Un terreno para la formación y la experimentación
The Chocolate Factory completa un ecosistema de formación ya de por sí rico en torno al centro de tecnología industrial de Actemium y de su Edulab en Veghel, donde se ofrece a los estudiantes la oportunidad de incorporarse a Actemium una vez graduados. De este modo, el espacio se convierte en un campo de experimentación adicional para prácticas, proyectos y aprendizajes. Durante las obras de acondicionamiento de la torre, Actemium movilizó a una decena de empleados, y actualmente tres personas se encargan de dinamizar el espacio.
“Definimos las tareas de los estudiantes y los acompañamos para llevarlas a cabo”
El objetivo es llegar progresivamente a un número cada vez mayor de alumnos, desde la secundaria hasta la universidad, gracias a un modelo que combina una visita inmersiva de miércoles a domingo con sesiones educativas los dos primeros días de la semana. Los estudiantes no solo se encontrarán con los especialistas de Actemium, sino también con los de empresas asociadas como Mars, FrieslandCampina, VanderLande Industries o QING.

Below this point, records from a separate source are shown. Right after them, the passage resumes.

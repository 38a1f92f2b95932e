/* robust-solve: solve a robust covering instance given as text, for the
 * cross-check against scipy.optimize.milp (tests/xcheck/robust_scipy.sh).
 * Usage: robust-solve FILE [TIME_LIMIT_S]. FILE holds whitespace-separated numbers:
 *   n_units n_sites n_scen objective(0 worst, 1 expected) p
 *   n_scen scenario weights, n_units unit weights (persons),
 *   then triples "scenario unit site" (0-based) until the end: site covers unit.
 * Prints "objective X", "bound X", "status S" and "open i j ..." (0-based). */
#include <math.h>
#include <stdio.h>
#include <stdlib.h>

#include "robust.h"

int main(int argc, char **argv)
{
    FILE *f;
    robust_problem_t *p = NULL;
    robust_opts_t o;
    robust_result_t r = {0};
    err_t e = {0};
    size_t nu, ns, nv;
    int obj, pp, v, j, i, rc = 1;

    if (argc < 2 || argc > 3 || (f = fopen(argv[1], "r")) == NULL) {
        fprintf(stderr, "usage: robust-solve FILE [TIME_LIMIT_S]\n");
        return 2;
    }
    if (fscanf(f, "%zu %zu %zu %d %d", &nu, &ns, &nv, &obj, &pp) != 5 ||
        robust_new(nu, ns, nv, &p, &e) != ERR_OK)
        goto done;
    for (size_t k = 0; k < nv; k++)
        if (fscanf(f, "%lf", &p->scen_weight[k]) != 1) goto done;
    for (size_t k = 0; k < nu; k++)
        if (fscanf(f, "%lf", &p->weight[k]) != 1) goto done;
    while (fscanf(f, "%d %d %d", &v, &j, &i) == 3)
        if (robust_add_cover(p, (size_t)v, (size_t)j, (size_t)i, &e) != ERR_OK) goto done;
    robust_opts_default(&o);
    o.objective = obj ? ROBUST_EXPECTED : ROBUST_WORST;
    o.p = pp;
    if (argc == 3) o.solver.time_limit_s = atof(argv[2]);
    if (robust_solve(p, &o, &r, &e) != ERR_OK) goto done;
    printf("objective %.10g\nbound %.10g\ngap %.6g\nheuristic %.10g\nseconds %.3f\n"
           "groups %zu of %zu units\nstatus %s\nopen", r.objective, r.bound, r.gap,
           r.heuristic_objective, r.seconds, r.units_after, r.units_before,
           solver_status_name(r.status));
    for (size_t k = 0; k < r.n_open; k++) printf(" %d", r.open[k]);
    printf("\n");
    rc = 0;
done:
    if (rc != 0) fprintf(stderr, "robust-solve: %s\n", e.msg[0] ? e.msg : "bad input file");
    fclose(f);
    robust_result_destroy(&r);
    robust_free(p);
    return rc;
}
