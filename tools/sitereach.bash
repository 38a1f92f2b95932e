# bash completion for sitereach: commands, options, scenario files (*.json)
# and output folders. Installed by `make install` into
# share/bash-completion/completions/sitereach.
_sitereach()
{
    local cur prev cmd
    COMPREPLY=()
    cur=${COMP_WORDS[COMP_CWORD]}
    prev=${COMP_WORDS[COMP_CWORD-1]}
    if [ "$COMP_CWORD" -eq 1 ]; then
        COMPREPLY=($(compgen -W "check reach site supply plan compare links report --help --version" -- "$cur"))
        return 0
    fi
    cmd=${COMP_WORDS[1]}
    case $prev in
        -o|--out)
            COMPREPLY=($(compgen -d -- "$cur"))
            return 0
            ;;
        --threads)
            COMPREPLY=($(compgen -W "0 1 2 4 8" -- "$cur"))
            return 0
            ;;
    esac
    if [[ $cur == -* ]]; then
        case $cmd in
            check)  COMPREPLY=($(compgen -W "--json --quiet --help" -- "$cur")) ;;
            reach|site|plan|supply|compare|links)
                    COMPREPLY=($(compgen -W "-o --out --json --quiet --threads --help" -- "$cur")) ;;
            report) COMPREPLY=($(compgen -W "--json --quiet --help" -- "$cur")) ;;
        esac
        return 0
    fi
    case $cmd in
        report)
            COMPREPLY=($(compgen -d -- "$cur"))
            ;;
        *)
            # Scenario files, and folders to walk into.
            COMPREPLY=($(compgen -f -X '!*.json' -- "$cur") $(compgen -d -- "$cur"))
            ;;
    esac
    return 0
}
complete -o filenames -F _sitereach sitereach
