#!/bin/sh
# Install the Debian packages sitereach needs, only those that are missing.
# Idempotent: a second run installs nothing and exits 0.
# Usage: tools/install-deps.sh [--with-browser]
#   --with-browser  also install Chromium (used by the report's browser test).
set -eu

# Build and run-time libraries (headers + pkg-config files), and the font the
# maps and charts are drawn with.
BUILD="pkg-config make gcc libglpk-dev libgdal-dev libigraph-dev libcjson-dev \
libproj-dev libcairo2-dev libfontconfig-dev libssl-dev fonts-dejavu-core"
# Tools used by the tests and cross-checks: GDAL command-line programs,
# Debian's Python with scipy (HiGHS), networkx, pyproj and GDAL bindings.
TEST="gdal-bin python3 python3-scipy python3-networkx python3-pyproj python3-gdal"
BROWSER="chromium"

want="$BUILD $TEST"
if [ "${1:-}" = "--with-browser" ]; then
    want="$want $BROWSER"
fi

missing=""
for p in $want; do
    if ! dpkg-query -W -f='${Status}' "$p" 2>/dev/null | grep -q "install ok installed"; then
        missing="$missing $p"
    fi
done

if [ -z "$missing" ]; then
    echo "install-deps: all packages present"
    exit 0
fi

echo "install-deps: installing:$missing"
SUDO=""
if [ "$(id -u)" != "0" ]; then
    SUDO="sudo"
fi
export DEBIAN_FRONTEND=noninteractive
$SUDO apt-get update -qq
# shellcheck disable=SC2086
$SUDO apt-get install -y -qq --no-install-recommends $missing >/dev/null
echo "install-deps: done"
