#!/bin/sh
# OR-Library benchmark: all 40 p-median instances (edge list -> igraph shortest
# paths -> p-median MIP) and the 37 capacitated instances cap41..cap134, then
# the large capa/capb/capc sets (12 problems). Prints objective, published
# optimum, difference and time per instance. Never part of 'make check'.
# Usage: tools/bench-orlib.sh BUILD_DIR [pmed|cap|capabc|all]
set -u
build=${1:-build}
which=${2:-all}
root=$(cd "$(dirname "$0")/.." && pwd)
cd "$root" || exit 1
: "${SITEREACH_SHARED:=$root/../shared}"
export SITEREACH_SHARED
bin="$build/tests/test_orlib"
[ -x "$bin" ] || { echo "bench-orlib: $bin not built (make tests)" >&2; exit 1; }

now() { date +%s.%N; }
status=0
if [ "$which" = pmed ] || [ "$which" = all ]; then
    echo "== p-median pmed1..pmed40 (published optimum: OR-Library pmedopt, Beasley 1985)"
    t0=$(now)
    "$bin" pmed 1 40 || status=1
    echo "pmed total: $(echo "$(now) - $t0" | bc) s"
fi
if [ "$which" = cap ] || [ "$which" = all ]; then
    echo "== capacitated cap41..cap134, split demand (published optimum: OR-Library capopt, Beasley 1988)"
    "$bin" cap || status=1
fi
if [ "$which" = capabc ] || [ "$which" = all ]; then
    echo "== capa/capb/capc (100 x 1000), split demand; 10 min limit per problem"
    "$bin" capabc 0 11 || status=1
fi
exit $status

Un símbolo de reconversión exitosa
Para Peter de Wit, esta colaboración de cinco años forma parte de un objetivo a largo plazo: ofrecer a los jóvenes la posibilidad de experimentar las profesiones industriales al tiempo que participan en la evolución del lugar. “Es fantástico ver a profesionales y estudiantes trabajar juntos para innovar, pero también para mantener y mejora la torre”, afirma con orgullo.

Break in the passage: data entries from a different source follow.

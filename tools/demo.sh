#!/bin/sh
# Run the main job of sitereach on the invented demo district (see docs/demo.md).
# Usage: tools/demo.sh BIN DEMO_DIR OUTDIR
#   BIN       the sitereach executable (make demo passes build/sitereach)
#   DEMO_DIR  folder written by build/tools/gen-demo (holds scenario.json)
#   OUTDIR    folder for the results (created when missing)
# Each step is one 'step' line below; the script stops at the first step that
# fails and exits with that step's status.
set -u

if [ $# -ne 3 ]; then
    echo "usage: tools/demo.sh BIN DEMO_DIR OUTDIR" >&2
    exit 2
fi
bin=$1
demo=$2
out=$3
scenario=$demo/scenario.json

if [ ! -x "$bin" ]; then
    echo "demo: '$bin' is not an executable; run 'make' first" >&2
    exit 2
fi
if [ ! -f "$scenario" ]; then
    echo "demo: no scenario at '$scenario'; run 'make demo' or build/tools/gen-demo --seed 7 --out $demo" >&2
    exit 1
fi
mkdir -p "$out" || { echo "demo: cannot create the output folder '$out'" >&2; exit 1; }

n=0
# step NAME COMMAND...: run one stage, say what ran, stop the demo if it fails.
step() {
    name=$1
    shift
    n=$((n + 1))
    echo "demo: step $n: $name: $*"
    "$@"
    status=$?
    if [ "$status" -ne 0 ]; then
        echo "demo: step $n ($name) failed with exit status $status" >&2
        exit "$status"
    fi
}

step check "$bin" check "$scenario"
step reach "$bin" reach "$scenario" -o "$out/reach"
step report "$bin" report "$out/reach"
step site "$bin" site "$scenario" -o "$out/site"
step compare "$bin" compare "$scenario" -o "$out/compare"
step report-compare "$bin" report "$out/compare"
step links "$bin" links "$scenario" -o "$out/links"
step report-links "$bin" report "$out/links"
# The whole job (docs/plan.md): reach, site selection, stock and shipments, report.
step plan "$bin" plan "$scenario" -o "$out"

if [ -f "$out/report.html" ]; then
    echo "demo: all $n steps done; open the plan report: $out/report.html"
else
    echo "demo: all $n steps done; results in $out"
fi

La primera promoción de veinte estudiantes llegó en septiembre de 2025 y se quedará hasta febrero de 2026. Un segundo grupo tomará el relevo hasta las vacaciones de verano. The Chocolate Factory ya se ha convertido en un símbolo de reconversión exitosa: el de un complejo industrial olvidado que se ha transformado en un laboratorio vivo donde se prepara, planta a planta, el relevo técnico del futuro.